◆ Dataset entries ◆
-- Opening Marker --

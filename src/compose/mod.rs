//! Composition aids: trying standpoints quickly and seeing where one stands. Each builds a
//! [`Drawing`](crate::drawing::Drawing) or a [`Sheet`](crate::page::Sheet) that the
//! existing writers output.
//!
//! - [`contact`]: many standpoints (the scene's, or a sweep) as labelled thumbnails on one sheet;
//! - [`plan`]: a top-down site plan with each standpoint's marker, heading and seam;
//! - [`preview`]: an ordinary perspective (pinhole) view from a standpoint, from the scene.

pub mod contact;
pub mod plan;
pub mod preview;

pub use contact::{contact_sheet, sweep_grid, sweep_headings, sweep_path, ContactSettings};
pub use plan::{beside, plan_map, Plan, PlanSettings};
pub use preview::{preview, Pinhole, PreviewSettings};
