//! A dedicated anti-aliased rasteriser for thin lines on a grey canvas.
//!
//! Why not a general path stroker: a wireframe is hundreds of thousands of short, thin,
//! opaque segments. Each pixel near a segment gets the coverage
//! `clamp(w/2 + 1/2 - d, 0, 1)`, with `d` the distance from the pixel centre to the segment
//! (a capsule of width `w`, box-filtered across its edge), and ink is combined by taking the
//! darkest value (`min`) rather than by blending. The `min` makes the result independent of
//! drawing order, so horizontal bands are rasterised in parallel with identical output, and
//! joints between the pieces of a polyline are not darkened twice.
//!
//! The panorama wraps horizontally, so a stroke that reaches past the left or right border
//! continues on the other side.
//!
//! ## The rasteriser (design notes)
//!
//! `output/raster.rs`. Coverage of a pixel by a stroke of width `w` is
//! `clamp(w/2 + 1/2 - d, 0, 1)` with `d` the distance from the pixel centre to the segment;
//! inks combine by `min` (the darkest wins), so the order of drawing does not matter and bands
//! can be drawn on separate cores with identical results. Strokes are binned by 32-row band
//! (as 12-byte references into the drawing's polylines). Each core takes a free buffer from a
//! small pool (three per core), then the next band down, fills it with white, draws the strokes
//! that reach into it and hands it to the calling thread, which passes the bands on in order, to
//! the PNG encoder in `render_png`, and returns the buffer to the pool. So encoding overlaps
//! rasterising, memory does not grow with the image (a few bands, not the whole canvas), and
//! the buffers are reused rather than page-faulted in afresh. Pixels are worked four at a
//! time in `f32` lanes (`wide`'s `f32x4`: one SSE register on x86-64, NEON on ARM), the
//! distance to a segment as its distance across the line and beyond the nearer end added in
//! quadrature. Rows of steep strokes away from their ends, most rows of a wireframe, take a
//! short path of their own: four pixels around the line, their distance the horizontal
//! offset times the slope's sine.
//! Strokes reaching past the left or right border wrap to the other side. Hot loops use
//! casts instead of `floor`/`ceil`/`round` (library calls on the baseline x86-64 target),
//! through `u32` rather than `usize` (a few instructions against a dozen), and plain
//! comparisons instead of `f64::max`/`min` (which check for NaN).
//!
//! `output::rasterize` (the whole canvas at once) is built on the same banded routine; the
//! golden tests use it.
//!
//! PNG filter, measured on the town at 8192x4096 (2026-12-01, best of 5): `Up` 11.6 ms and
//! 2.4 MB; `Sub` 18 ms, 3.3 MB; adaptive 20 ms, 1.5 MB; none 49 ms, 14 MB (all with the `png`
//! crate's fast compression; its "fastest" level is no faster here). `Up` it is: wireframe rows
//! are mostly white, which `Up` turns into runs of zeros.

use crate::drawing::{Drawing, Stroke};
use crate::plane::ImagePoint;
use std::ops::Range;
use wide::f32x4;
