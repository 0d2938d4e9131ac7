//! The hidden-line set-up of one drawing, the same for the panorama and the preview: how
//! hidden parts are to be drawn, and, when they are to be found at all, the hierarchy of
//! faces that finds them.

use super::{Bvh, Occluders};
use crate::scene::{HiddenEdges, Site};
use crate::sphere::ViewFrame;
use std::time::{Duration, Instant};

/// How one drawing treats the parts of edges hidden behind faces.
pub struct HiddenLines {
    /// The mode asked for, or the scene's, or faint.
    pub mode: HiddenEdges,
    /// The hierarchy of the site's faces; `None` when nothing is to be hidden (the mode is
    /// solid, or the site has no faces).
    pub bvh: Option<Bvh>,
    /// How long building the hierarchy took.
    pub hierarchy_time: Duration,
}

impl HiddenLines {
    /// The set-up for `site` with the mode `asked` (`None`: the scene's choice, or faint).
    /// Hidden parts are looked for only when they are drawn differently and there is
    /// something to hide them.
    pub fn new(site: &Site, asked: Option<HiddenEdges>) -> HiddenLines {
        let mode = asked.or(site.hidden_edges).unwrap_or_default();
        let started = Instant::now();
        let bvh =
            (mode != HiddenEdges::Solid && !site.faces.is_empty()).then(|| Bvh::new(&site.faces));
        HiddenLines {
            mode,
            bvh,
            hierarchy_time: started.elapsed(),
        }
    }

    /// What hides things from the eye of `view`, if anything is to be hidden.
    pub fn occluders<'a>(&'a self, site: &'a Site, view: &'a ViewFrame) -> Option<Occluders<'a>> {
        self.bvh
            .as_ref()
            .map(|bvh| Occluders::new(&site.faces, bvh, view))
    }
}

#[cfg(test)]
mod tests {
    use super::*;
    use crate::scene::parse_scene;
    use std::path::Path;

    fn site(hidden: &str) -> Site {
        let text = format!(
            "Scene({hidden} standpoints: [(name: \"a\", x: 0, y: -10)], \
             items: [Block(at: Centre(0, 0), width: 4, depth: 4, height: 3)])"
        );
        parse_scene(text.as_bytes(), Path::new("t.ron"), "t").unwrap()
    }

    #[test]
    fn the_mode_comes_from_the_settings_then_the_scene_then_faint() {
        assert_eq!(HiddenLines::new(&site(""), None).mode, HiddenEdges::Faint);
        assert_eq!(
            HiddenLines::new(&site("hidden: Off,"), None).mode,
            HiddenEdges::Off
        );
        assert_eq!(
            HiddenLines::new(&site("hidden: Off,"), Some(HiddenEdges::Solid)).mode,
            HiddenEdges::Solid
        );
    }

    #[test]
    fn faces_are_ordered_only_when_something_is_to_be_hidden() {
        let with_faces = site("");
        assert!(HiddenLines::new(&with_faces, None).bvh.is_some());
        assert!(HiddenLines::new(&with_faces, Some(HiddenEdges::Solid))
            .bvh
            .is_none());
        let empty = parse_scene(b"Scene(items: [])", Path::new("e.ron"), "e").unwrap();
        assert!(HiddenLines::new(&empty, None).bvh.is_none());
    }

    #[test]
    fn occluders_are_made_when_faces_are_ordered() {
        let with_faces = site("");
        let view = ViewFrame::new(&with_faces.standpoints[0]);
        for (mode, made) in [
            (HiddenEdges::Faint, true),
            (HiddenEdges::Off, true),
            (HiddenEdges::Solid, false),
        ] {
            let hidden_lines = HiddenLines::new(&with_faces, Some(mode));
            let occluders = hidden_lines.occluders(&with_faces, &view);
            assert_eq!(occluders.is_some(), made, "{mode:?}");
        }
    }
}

-- Closing Marker --

◆ EXERCISE ◆
For the entries above, give only the number of lines that contain the word "rasteriser".

◆ TASK RESPONSE ◆
2